Having at least 128K of data available would greatly speed up programs that make many small sequential reads. There would be far fewer calls that would need to reach the Dokan Filesystem program if it only had to read 128K size blocks at a time.
But now the question is how would you actually implement this into Dokany. The proper way to do it would be to interact with the kernel's Cache Manager.
There's about 61 API functions that deal with the Cache Manager (they start with "Cc"), so it's not a simple task at all.
Microsoft provides sample code for their CDFS and FastFat file systems. CDFS makes 8 calls to the cache manager API, and implements 8 callback functions for caching. FastFat makes 24 API calls, and implements 8 callbacks.

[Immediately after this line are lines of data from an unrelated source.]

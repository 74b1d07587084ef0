"""An order of strikes that is being made shorter by moves that gain.

Short runs of strikes go to where they cost less, and runs of any length are turned round where that costs less
(I. Or, 1976; G. A. Croes, 1958; both from memory).
"""

from collections.abc import Iterator
from dataclasses import dataclass

import numpy as np

from layout.mechanics.arrays import BoolArray, IntArray
from layout.mechanics.near_strikes import NO_STRIKE, NearStrikes
from layout.mechanics.table import Table

# Measured on the demo tune's discs: runs up to 16 gain 1 to 2 % of the moving and take nearly twice as long to find.
LONGEST_RUN = 8  # strikes moved together


@dataclass(frozen=True, slots=True, kw_only=True)
class Move:
    """A run of strikes that goes elsewhere, or turns round where it is.

    Attributes:
        loss: What the way gets longer by; below zero for a move worth making.
        head: Its first strike, as the order stands.
        run: How many strikes it has.
        target: The strike it goes after; NO_STRIKE for before all others, `head` itself where it stays.
        turned: Whether it is then struck the other way round.
    """

    loss: int
    head: int
    run: int
    target: int
    turned: bool


@dataclass(frozen=True, slots=True, kw_only=True, eq=False)
class _LaidOut:
    """An order as it stands, with what every move is reckoned from.

    Attributes:
        order: Shape (n,). The strikes.
        around: Shape (n + 2,). The same between two NO_STRIKE.
        place: Shape (n + 1,). Where each strike stands; of NO_STRIKE, which is the last entry too, −1.
        leg: Shape (n + 1,). What the leg before each place costs, and after the last; the ends cost nothing.
        turning: Shape (n,). A running sum: a stretch from place i to place k, turned round, costs
            turning[k] − turning[i] more within.
        opened: Shape (n, k + 1). What coming to the strike at each place from its near strikes costs, less the leg
            after each of them, which goes.
        least: Shape (n, k + 1). The same, and the least that coming to the strike after the near one can cost: where
            even that loses, the leg itself need not be worked out.
    """

    order: IntArray
    around: IntArray
    place: IntArray
    leg: IntArray
    turning: IntArray
    opened: IntArray
    least: IntArray


class StrikeWay:
    """An order of strikes that is being made shorter, and keeps what must come first first.

    Attributes:
        order: Shape (n,). The strikes as they stand.
    """

    def __init__(self, table: Table, order: list[int], first: IntArray) -> None:
        self.order = np.array(order, dtype=np.int64)
        self._table, self._first = table, first
        self._place = np.argsort(self.order)

    def improve(self, near: NearStrikes) -> bool:
        """Make the moves that gain, the greatest gains first; False where none is left."""
        touched: set[int] = set()
        moved = False
        for move in self.moves(near):
            if move.head not in touched and move.target not in touched:
                moved |= self.made(move, touched)
        return moved

    def moves(self, near: NearStrikes) -> Iterator[Move]:
        """The moves that gain, the greatest gains first."""
        laid = self._laid_out(near)
        found = [self._turned_where_they_stand(near, laid)]
        for run in range(1, min(LONGEST_RUN, len(self.order) - 1) + 1):
            found += [self._moved_elsewhere(near, laid, run, turned=turned) for turned in (False, True)]
        rows = np.concatenate(found)
        rows = rows[np.lexsort(rows.T[::-1])]
        for loss, head, run, target, turned in rows.tolist():
            yield Move(loss=loss, head=head, run=run, target=target, turned=bool(turned))

    def made(self, move: Move, touched: set[int]) -> bool:
        """Make a move, unless one made before it in this pass, by the strikes it touched, changed what it rests on.

        Nor is it made where something would no longer come first that must.
        """
        order, place = self.order, self._place
        start = int(place[move.head])
        stop = start + move.run
        if stop > len(order):
            return False
        stays = move.target == move.head
        at = NO_STRIKE if move.target == NO_STRIKE else int(place[move.target])
        reckoned_on = order[max(start - 1, 0) : stop + 1].tolist()
        if not stays:
            reckoned_on += [move.target, *order[at + 1 : at + 2].tolist()]
        if not touched.isdisjoint(reckoned_on) or (not stays and start - 1 <= at < stop):
            return False
        run = order[start:stop][:: -1 if move.turned else 1]
        if stays:
            begin, changed = start, run
        elif at < start:
            begin, changed = at + 1, np.concatenate([run, order[at + 1 : start]])
        else:
            begin, changed = start, np.concatenate([order[stop : at + 1], run])
        if not self._put(begin, changed.copy()):
            return False
        touched.update(reckoned_on)
        return True

    def _put(self, begin: int, changed: IntArray) -> bool:
        """Let strikes stand otherwise from a place on; as before, and False, where first things would not be first."""
        end = begin + len(changed)
        before = self.order[begin:end].copy()
        self._stand(begin, changed)
        if (self._place[self._first[:, 0]] < self._place[self._first[:, 1]]).all():
            return True
        self._stand(begin, before)
        return False

    def _stand(self, begin: int, strikes: IntArray) -> None:
        end = begin + len(strikes)
        self.order[begin:end] = strikes
        self._place[strikes] = np.arange(begin, end)

    def _legs(self, one: IntArray, two: IntArray) -> IntArray:
        """Costs from strikes to strikes, where NO_STRIKE costs nothing."""
        return np.asarray(self._table.cost(one, two) * ((one >= 0) & (two >= 0)), dtype=np.int64)

    def _laid_out(self, near: NearStrikes) -> _LaidOut:
        order = self.order.copy()
        more = self._table.cost(order[1:], order[:-1]) - self._table.cost(order[:-1], order[1:])
        around = np.concatenate([[NO_STRIKE], order, [NO_STRIKE]])
        place = np.append(self._place, NO_STRIKE)
        leg = self._legs(around[:-1], around[1:])
        near_place = place[near.strike]
        opened = near.cost - leg[near_place + 1]
        least_to = np.append(near.cost[:, 0], 0)
        return _LaidOut(
            order=order,
            around=around,
            place=place,
            leg=leg,
            turning=np.concatenate([[0], np.cumsum(more)]),
            opened=opened[order],
            least=(opened + least_to[around[near_place + 2]])[order],
        )

    def _moved_elsewhere(self, near: NearStrikes, laid: _LaidOut, run: int, *, turned: bool) -> IntArray:
        """Shape (m, 5). For every run of so many strikes the place it gains most by going to, as `Move` tells them."""
        start = np.arange(len(laid.order) - run + 1)
        tail_at = start + run - 1
        one_at, two_at = (tail_at, start) if turned else (start, tail_at)
        saved = laid.leg[start] + laid.leg[start + run] - self._legs(laid.around[start], laid.around[start + run + 1])
        if turned:
            saved -= laid.turning[tail_at] - laid.turning[start]
        moved, choice = np.nonzero(laid.least[one_at[0] : one_at[-1] + 1] < saved[:, None])
        target = near.strike[laid.order[one_at[moved]], choice]
        at = laid.place[target]
        goes = (at < start[moved] - 1) | (at >= start[moved] + run)
        moved, choice, target, at = moved[goes], choice[goes], target[goes], at[goes]
        loss = laid.opened[one_at[moved], choice] - saved[moved]
        loss += self._legs(laid.order[two_at[moved]], laid.around[at + 2])
        best = np.lexsort((choice, loss, moved))
        best = best[loss[best] < 0]
        best = best[np.diff(moved[best], prepend=-1) > 0]
        return _rows(loss[best], laid.order[start[moved[best]]], run, target[best], turned=turned)

    def _turned_where_they_stand(self, near: NearStrikes, laid: _LaidOut) -> IntArray:
        """Shape (m, 5). All runs that it gains to turn round, as `Move` tells them."""
        # Once turned, a run's last strike follows what stood before it: its near ones say where runs may begin.
        begins = laid.place[near.strike[laid.order]] + 1
        end, choice = np.nonzero(begins < np.arange(len(laid.order))[:, None])
        start = begins[end, choice]
        loss = laid.opened[end, choice] + laid.turning[end] - laid.turning[start] - laid.leg[end + 1]
        gains = loss < 0  # without the leg after the run, which costs something
        start, end, loss = start[gains], end[gains], loss[gains]
        head = laid.order[start]
        loss = loss + self._legs(head, laid.around[end + 2])
        gains = loss < 0
        return _rows(loss[gains], head[gains], (end - start + 1)[gains], head[gains], turned=True)


def _rows(loss: IntArray, head: IntArray, run: IntArray | int, target: IntArray, *, turned: bool) -> IntArray:
    """Shape (m, 5). Moves as rows, which sort as the moves do."""
    return np.column_stack(np.broadcast_arrays(loss, head, run, target, int(turned)))


def kept(order: IntArray, first: IntArray) -> BoolArray:
    """Shape (m,). Which of the pairs `first`, shape (m, 2), stand in the order asked for."""
    place = np.argsort(order)
    return np.asarray(place[first[:, 0]] < place[first[:, 1]])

There's also a 'less proper' alternative idea, use a simple read-ahead mini-cache (maybe a 128K size block) tied to an open file. When there's a read, fill the buffer, then provide data from the buffer, until the next block needs to be read from the open file. This would not interact with the kernel's cache manager, and could work as a proof-of-concept.
Regardless of what is used, Cache Invalidation becomes a concern.
One possible approach to Cache Invalidation would be that the Read-Ahead Buffer can only be read once, and data is immediately invalidated as it is read. It would still need to be invalidated if there is a write operation on that file.
Cache Invalidation would be tricky for the Mirror filesystem. If a file is open with Read/Write share mode, the underlying file can change contents. Old stale data sitting in a cache would be read first before seeing new file contents. There are Win32 API functions to monitor a file for changes, and that could be used to trigger cache invalidation for Mirror.
Meanwhile, a read-only immutable file system needs no cache invalidation.
Support for a Read-Ahead buffer or Caching would need to be Opt-In, and the Dokan Filesystem program could request the read-ahead size.